Principal Component Analysis using Nonstationary Series (with James Hamilton and Xinwei Ma). [link]
Abstract: This paper develops a procedure for uncovering the common cyclical factors that drive a mix of stationary and nonstationary variables. The method does not require knowing which variables are nonstationary or the nature of the nonstationarity. An application to the FREDMD macroeconomic dataset demonstrates that the approach offers similar benefits to those of traditional principal component analysis with some added advantages.
Publications
Model Selection for Multivalued-Treatment Policy Learning in Observational Studies (with Yue Fang and Haitian Xie). Journal of Business & Economic Statistics (2025). [link]

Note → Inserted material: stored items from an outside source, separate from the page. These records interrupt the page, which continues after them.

"""Small texts and readings of them, for the methods of line assignment."""

from __future__ import annotations

from collections.abc import Sequence
from dataclasses import dataclass

import numpy as np
from hypothesis import strategies as st

from etl.lines import METHODS, Lines, MethodSettings, Passage, Positions

DEFAULTS = MethodSettings()
#: The first line's middle, the distance between lines, and the words' middles on every line.
TOP, LINE_HEIGHT = 100, 64
WORDS_X = (100, 200, 300, 400)


def text(lines: int, words_x: Sequence[float] = WORDS_X, height: float = LINE_HEIGHT) -> Passage:
    """A text whose lines all have words at the same places."""
    return Passage(
        TOP + height * np.arange(lines, dtype=np.float64),
        np.tile(np.array(words_x, dtype=np.float64), lines),
        np.repeat(np.arange(lines, dtype=np.int32), len(words_x)),
        float(height),
        float(max(words_x) - min(words_x) + 80),
    )


def found(
    method: str,
    passage: Passage,
    fixations: Sequence[tuple[float, float]],
    settings: MethodSettings = DEFAULTS,
) -> list[int]:
    """The lines that a method finds for fixations given as (x, y)."""
    x, y = np.array(fixations, dtype=np.float64).reshape(-1, 2).T
    lines = METHODS[method](x, y, passage, settings)
    assert lines.dtype == np.int32
    return lines.tolist()


@dataclass(frozen=True)
class Trial:
    """A text and what was read of it."""

    passage: Passage
    x_px: Positions
    y_px: Positions
    line: Lines

    def lines(self, method: str) -> list[int]:
        """The lines that a method finds."""
        return METHODS[method](self.x_px, self.y_px, self.passage, DEFAULTS).tolist()

    def right(self, method: str) -> float:
        """The share of fixations for which a method finds the line that was read."""
        return float(np.mean(self.line == self.lines(method)))


def read_through(
    seed: int,
    *,
    lines: int = 8,
    noise_px: float = 10.0,
    slope: float = 0.0,
    shift: float = 0.0,
    skipping: float = 0.25,
) -> Trial:
    """Every line read once from left to right, in whole pixels.

    Slope is in px down per px across, shift in px down per px of distance from the first line.
    """
    source = np.random.default_rng(seed)
    passage = text(lines, tuple(range(100, 1100, 90)))
    word_line, word_x = passage.word_line, passage.word_x_px
    ends = np.isin(word_x, (word_x.min(), word_x.max()))
    fixated = ends | (source.random(word_x.size) > skipping)
    line, x = word_line[fixated], word_x[fixated]
    below = passage.line_y_px[line] - TOP
    y = TOP + below * (1 + shift) + slope * (x - passage.begin_x_px)
    y = y + source.normal(0, noise_px, x.size)
    return Trial(passage, np.round(x + source.normal(0, 10, x.size)), np.round(y), line)


def any_fixations(most: int = 40) -> st.SearchStrategy[list[tuple[float, float]]]:
    """Fixations on, beside and far off a text: whole pixels often, and often the same ones."""
    x = st.integers(-300, 1500).map(float) | st.floats(-1e4, 1e4)
    y = st.sampled_from([100.0, 132.0, 164.0]) | st.integers(-100, 800).map(float)
    return st.lists(st.tuples(x, y | st.floats(-1e4, 1e4)), max_size=most)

Abstract: This study investigates the policy learning problem in observational studies, where the treatment variable can be multivalued and the propensity scores are unknown. We approximate the optimal policy in a global policy class with infinite complexity (VC/Natarajan) dimension, using a sequence of sieve policy classes with finite complexity dimension. The optimal policy within each sieve class is estimated by maximizing the empirical welfare, constructed through the doubly robust moment condition and cross-fitting method. To select the suitable sieve space, we maximize the penalized empirical welfare, with the penalty determined by either the Rademacher complexity or a holdout method. We establish oracle inequalities that demonstrate the bias and variance tradeoff achieved by the data-driven policy estimator. We also investigate two specific sieve selections: (a) a monotone single index model and (b) a systematic discretization method, which uses conventional sieve results for smooth functions such as linear sieves and deep neural networks. In the empirical study, we apply our method to examine the policy of assigning individuals to job training of different lengths.

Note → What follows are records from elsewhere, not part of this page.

"""What the methods are told of a text: lines and words of layouts, boxes and long stretches."""

from __future__ import annotations

from pathlib import Path

import numpy as np
import pytest

from etl.session.passages import is_right_to_left, passage_of
from etl.study.models import Layout
from tests.regions.reading import LAYOUT, Read, read_file


def read(folder: Path, kind: str, content: str, **options: object) -> Read:
    """A definition file read."""
    path = folder / "regions.csv"
    path.write_text(content, encoding="utf-8", newline="\n")
    return read_file(path, kind, **options)


def test_words_of_marked_text_are_those_of_the_text(tmp_path: Path) -> None:
    """Also those in no region, and each by itself where a region has several."""
    got = read(tmp_path, "marked_text", 'item,text\n1,"One {a: two six\nten} one"\n').library
    passage = passage_of(got, 0, Layout(**LAYOUT))
    assert passage.line_y_px.tolist() == [520, 560]
    assert passage.word_x_px.tolist() == [215, 255, 295, 215, 255]
    assert passage.word_line.tolist() == [0, 0, 0, 1, 1]
    assert (passage.line_height_px, passage.width_px) == (40, 110)


def test_blank_lines_make_no_line(tmp_path: Path) -> None:
    """Lines that carry text are told, at the heights they have."""
    got = read(tmp_path, "words", 'item,text\n1,"one\n\ntwo\nsix"\n').library
    passage = passage_of(got, 0, Layout(**LAYOUT))
    assert passage.line_y_px.tolist() == [520, 600, 640]
    assert passage.word_line.tolist() == [0, 1, 2]


def test_right_to_left_text_is_mirrored(tmp_path: Path) -> None:
    """In the mirror words ascend from where reading begins."""
    layout = {**LAYOUT, "direction": "rtl"}
    got = read(tmp_path, "words", 'item,text\n1,"one two\nsix"\n', layout=layout).library
    assert is_right_to_left(got, 0)
    passage = passage_of(got, 0, Layout(**layout))
    assert passage.word_x_px.tolist() == [-195, -155, -195]


BOXES = "item,region,order,left,top,right,bottom\n"


@pytest.mark.parametrize(
    ("rows", "mirrored"),
    [
        pytest.param("1,a,1,0,0,40,20\n1,b,2,40,0,90,20\n1,c,3,0,30,50,50\n", False, id="right"),
        pytest.param("1,a,1,50,0,90,20\n1,b,2,0,0,50,20\n1,c,3,50,30,90,50\n", True, id="left"),
        pytest.param("1,a,1,0,0,40,20\n1,b,2,0,30,40,50\n", False, id="one region a line"),
    ],
)
def test_direction_of_boxes_follows_from_their_order(
    tmp_path: Path, rows: str, *, mirrored: bool
) -> None:
    """The steps from one to the next on the same line say where reading goes."""
    assert is_right_to_left(read(tmp_path, "boxes", BOXES + rows).library, 0) == mirrored


def test_long_stretches_are_told_in_parts(tmp_path: Path) -> None:
    """A box as wide as the text is no word: its parts reach from end to end."""
    rows = "1,a,1,100,0,400,20\n1,b,2,100,30,160,50\n"
    passage = passage_of(read(tmp_path, "boxes", BOXES + rows).library, 0, None)
    assert passage.word_line.tolist() == [0] * 10 + [1]
    assert np.allclose(passage.word_x_px[:10], 100 + 30 * np.arange(10) + 15)
    assert passage.word_x_px[10] == 130
    assert (passage.line_height_px, passage.width_px) == (30, 300)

Strength in numbers: robust mechanisms for public goods with many agents (with Haitian Xie). Social Choice and Welfare (2023). [link]

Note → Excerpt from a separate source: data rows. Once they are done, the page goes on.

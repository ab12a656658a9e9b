"""The arrays of the methods against loops and recursions written from the definitions."""

from __future__ import annotations

from fractions import Fraction
from functools import cache
from itertools import combinations, pairwise

import numpy as np
import pytest
from hypothesis import given, settings
from hypothesis import strategies as st

from etl.lines import Passage, exact_clusters, fit_regression, fit_stretching
from etl.lines.nearest import lines_in_order
from etl.lines.warping import warping_path
from tests.lines.building import DEFAULTS, any_fixations, found, read_through, text

Point = tuple[int, int]


def spread(values: tuple[int, ...]) -> Fraction:
    """The sum of squared distances from the mean."""
    mean = Fraction(sum(values), len(values))
    return sum(((value - mean) ** 2 for value in values), Fraction(0))


@given(st.lists(st.integers(-50, 50), min_size=1, max_size=9), st.integers(1, 4))
def test_clusters_are_the_best_of_all_divisions(values: list[int], count: int) -> None:
    """No division of the sorted numbers into as many parts has a smaller sum of squares."""
    got = exact_clusters(np.array(values, np.float64), count).tolist()
    ordered, number = sorted(values), min(count, len(set(values)))
    best = min(
        sum(spread(tuple(ordered[a:b])) for a, b in pairwise([0, *cuts, len(values)]))
        for cuts in combinations(range(1, len(values)), number - 1)
    )
    parts = [
        tuple(v for v, c in zip(values, got, strict=True) if c == part) for part in range(number)
    ]
    assert sum(map(spread, parts)) == best
    assert all(max(low) < min(high) for low, high in pairwise(parts))


@given(st.lists(st.integers(0, 6), min_size=4, max_size=9), st.randoms(use_true_random=False))
def test_clusters_do_not_hang_on_the_order(values: list[int], source: object) -> None:
    """Equal numbers are in one cluster, wherever they stand."""
    order = sorted(range(len(values)), key=lambda _: source.random())  # type: ignore[attr-defined]
    numbers = np.array(values, np.float64)
    whole = exact_clusters(numbers, 3)
    assert exact_clusters(numbers[order], 3).tolist() == whole[order].tolist()


def test_many_numbers_are_clustered_in_blocks() -> None:
    """Two thousand numbers in three heaps far from each other and from 0."""
    heaps = [1e6 + 10_000 * heap + np.arange(667) for heap in range(3)]
    got = exact_clusters(np.concatenate(heaps), 3)
    assert got.tolist() == [0] * 667 + [1] * 667 + [2] * 667


@settings(max_examples=60)
@given(st.integers(1, 7), st.integers(1, 7), st.randoms(use_true_random=False))
def test_warping_path_is_that_of_the_recursion(n: int, w: int, source: object) -> None:
    """The way is as short as the recursion says, in allowed steps from corner to corner."""
    off = np.array([[source.randint(0, 9) for _ in range(w)] for _ in range(n)], np.float64)  # type: ignore[attr-defined]

    @cache
    def least(i: int, j: int) -> float:
        before = [(i - 1, j), (i, j - 1), (i - 1, j - 1)]
        ways = [least(a, b) for a, b in before if a >= 0 and b >= 0]
        return float(off[i, j]) + min(ways, default=0.0)

    first, second = warping_path(off)
    assert off[first, second].sum() == least(n - 1, w - 1)
    pairs = list(zip(first.tolist(), second.tolist(), strict=True))
    assert (pairs[0], pairs[-1]) == ((0, 0), (n - 1, w - 1))
    assert {(c - a, d - b) for (a, b), (c, d) in pairwise(pairs)} <= {(0, 1), (1, 0), (1, 1)}


@given(st.lists(st.integers(-50, 400), min_size=1, max_size=5), st.integers(0, 3))
def test_rows_are_on_the_nearest_lines_in_order(rows: list[int], spare: int) -> None:
    """Of all choices of lines for the sorted rows, one with the least sum of distances."""
    lines = 64.0 * np.arange(len(rows) + spare)
    got = lines_in_order(np.array(rows, np.float64), lines)
    ordered = sorted(rows)
    best = min(
        sum(abs(y - lines[at]) for y, at in zip(ordered, chosen, strict=True))
        for chosen in combinations(range(lines.size), len(rows))
    )
    assert np.abs(np.array(rows) - lines[got]).sum() == best
    in_order = got[np.argsort(rows, kind="stable")]
    assert (np.diff(in_order) > 0).all()


def pair_of(points: list[Point]) -> tuple[int, bool]:
    """The error of a line through points, in thousandths of a px, and whether the limits hold."""
    n = len(points)
    x_mean = Fraction(sum(x for x, _ in points), n)
    y_mean = Fraction(sum(y for _, y in points), n)
    across = sum((x - x_mean) ** 2 for x, _ in points)
    slope = sum((x - x_mean) * (y - y_mean) for x, y in points) / across if across else Fraction(0)
    squares = sum((y - y_mean - slope * (x - x_mean)) ** 2 for x, y in points) / n
    error_px = float(squares) ** 0.5
    return round(error_px * 1000), abs(slope) < Fraction(1, 10) and error_px < 20


def merged_by_loop(points: list[Point], passage: Passage) -> list[int]:
    """The method as the paper tells it, every pair looked at again after every merging."""
    sequences: list[list[int]] = [[0]]
    for i in range(1, len(points)):
        (x, y), (x_before, y_before) = points[i], points[i - 1]
        if x < x_before or abs(y - y_before) > 32:
            sequences.append([])
        sequences[-1].append(i)
    lines = passage.line_y_px.size
    for smaller, larger, limited in ((3, 3, True), (1, 3, True), (1, 1, True), (1, 1, False)):
        while len(sequences) > lines:
            tried = []
            for (i, one), (j, other) in combinations(enumerate(sequences), 2):
                sizes = sorted([len(one), len(other)])
                error, within = pair_of([points[k] for k in (*one, *other)])
                if sizes[0] >= smaller and sizes[1] >= larger and (within or not limited):
                    tried.append((error, i, j))
            if not tried:
                break
            _, i, j = min(tried)
            sequences[i] += sequences.pop(j)
    means = [sum(points[k][1] for k in own) / len(own) for own in sequences]
    at = lines_in_order(np.array(means), passage.line_y_px)
    out = [0] * len(points)
    for line, own in zip(at.tolist(), sequences, strict=True):
        for k in own:
            out[k] = line
    return out


@pytest.mark.parametrize("seed", range(12))
def test_merging_is_that_of_the_loop(seed: int) -> None:
    """Errors kept from merging to merging are those computed anew, whatever the noise."""
    trial = read_through(seed, lines=2 + seed % 5, noise_px=4.0 * (1 + seed % 4), slope=0.02)
    points = [(int(x), int(y)) for x, y in zip(trial.x_px, trial.y_px, strict=True)]
    assert found("merge", trial.passage, points) == merged_by_loop(points, trial.passage)


@settings(max_examples=60)
@given(st.lists(st.tuples(st.integers(0, 500), st.integers(80, 320)), min_size=1, max_size=14))
def test_merging_of_anything_is_that_of_the_loop(points: list[Point]) -> None:
    """Single fixations, equal ones and steps straight up are merged as the loop does."""
    passage = text(3)
    assert found("merge", passage, points) == merged_by_loop(points, passage)


def off_px(heights: np.ndarray, passage: Passage) -> np.ndarray:
    """How far heights are from the nearest line."""
    return np.abs(heights[..., np.newaxis] - passage.line_y_px).min(axis=-1)


@pytest.mark.parametrize("slope", [-0.08, 0.0, 0.05])
@pytest.mark.parametrize("seed", range(3))
def test_no_regression_on_a_grid_fits_better(seed: int, slope: float) -> None:
    """Of 61 slopes and 51 offsets within the bounds none has a smaller sum of squares.

    A hundredth of it is allowed for the last step of the search, half of which is 0.002 px.
    """
    trial = read_through(seed, slope=slope)
    fit = fit_regression(trial.x_px, trial.y_px, trial.passage, DEFAULTS)
    across = trial.x_px - trial.passage.begin_x_px

    def squares(slopes: np.ndarray, offsets: np.ndarray) -> np.ndarray:
        lifted = trial.y_px - offsets[:, None, None] - slopes[:, None] * across
        return (off_px(lifted, trial.passage) ** 2).sum(axis=-1)

    own = squares(np.array([fit.slope]), np.array([fit.offset_px])).item()
    assert own <= 1.01 * squares(np.linspace(-0.1, 0.1, 61), np.linspace(-50, 50, 51)).min()
    assert fit.sd_px == pytest.approx((own / trial.x_px.size) ** 0.5)
    assert fit.slope == pytest.approx(slope, abs=0.01)


@pytest.mark.parametrize("shift", [-0.08, 0.0, 0.06])
@pytest.mark.parametrize("seed", range(3))
def test_no_stretching_on_a_grid_fits_better(seed: int, shift: float) -> None:
    """Of 61 scales and 51 offsets within the bounds none has a smaller sum of distances.

    A hundredth of it is allowed for the last step of the search.
    """
    trial = read_through(seed, shift=shift)
    fit = fit_stretching(trial.y_px, trial.passage, DEFAULTS)
    top = trial.passage.line_y_px[0]

    def distances(scales: np.ndarray, offsets: np.ndarray) -> np.ndarray:
        heights = top + scales[:, None] * (trial.y_px - top) + offsets[:, None, None]
        return off_px(heights, trial.passage).sum(axis=-1)

    own = distances(np.array([fit.scale]), np.array([fit.offset_px])).item()
    assert own <= 1.01 * distances(np.linspace(0.9, 1.1, 61), np.linspace(-50, 50, 51)).min()
    assert fit.scale == pytest.approx(1 / (1 + shift), abs=0.02)


@pytest.mark.parametrize(
    ("spread_px", "sd_px"), [(0.0, 1.0), (5.0, 5.0), (30.0, 20.0)], ids=["least", "own", "most"]
)
def test_standard_deviation_stays_within_its_bounds(spread_px: float, sd_px: float) -> None:
    """The root mean square distance from lines, but never under 1 or over 20 px."""
    heights = [100 + spread_px, 100 - spread_px]
    fit = fit_regression(np.array([100.0, 200.0]), np.array(heights), text(2), DEFAULTS)
    assert fit.sd_px == pytest.approx(sd_px)


@given(any_fixations(2))
def test_two_fixations_show_no_drift(fixations: list[tuple[float, float]]) -> None:
    """With two values to choose, two fixations fit anywhere; they are taken to the nearest line."""
    nearest = found("attach", text(3), fixations)
    assert found("regress", text(3), fixations) == nearest
    assert found("stretch", text(3), fixations) == nearest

Abstract: This study examines the mechanism design problem for public goods provision in a large economy with n independent agents. We propose a class of dominant-strategy incentive compatible and ex-post individually rational mechanisms, which we call the adjusted mean-thresholding (AMT) mechanisms. We show that when the cost of provision grows slower than the square root n rate, the AMT mechanisms are both eventually ex-ante budget balanced and asymptotically efficient. When the cost grows faster than the square root n rate, in contrast, we show that any incentive compatible, individually rational, and eventually ex-ante budget balanced mechanism must have provision probability converging to zero and hence cannot be asymptotically efficient. The AMT mechanisms have a simple form and are more informationally robust when compared to, for example, the second-best mechanism. This is because the construction of an AMT mechanism depends only on the first moment of the valuation distribution.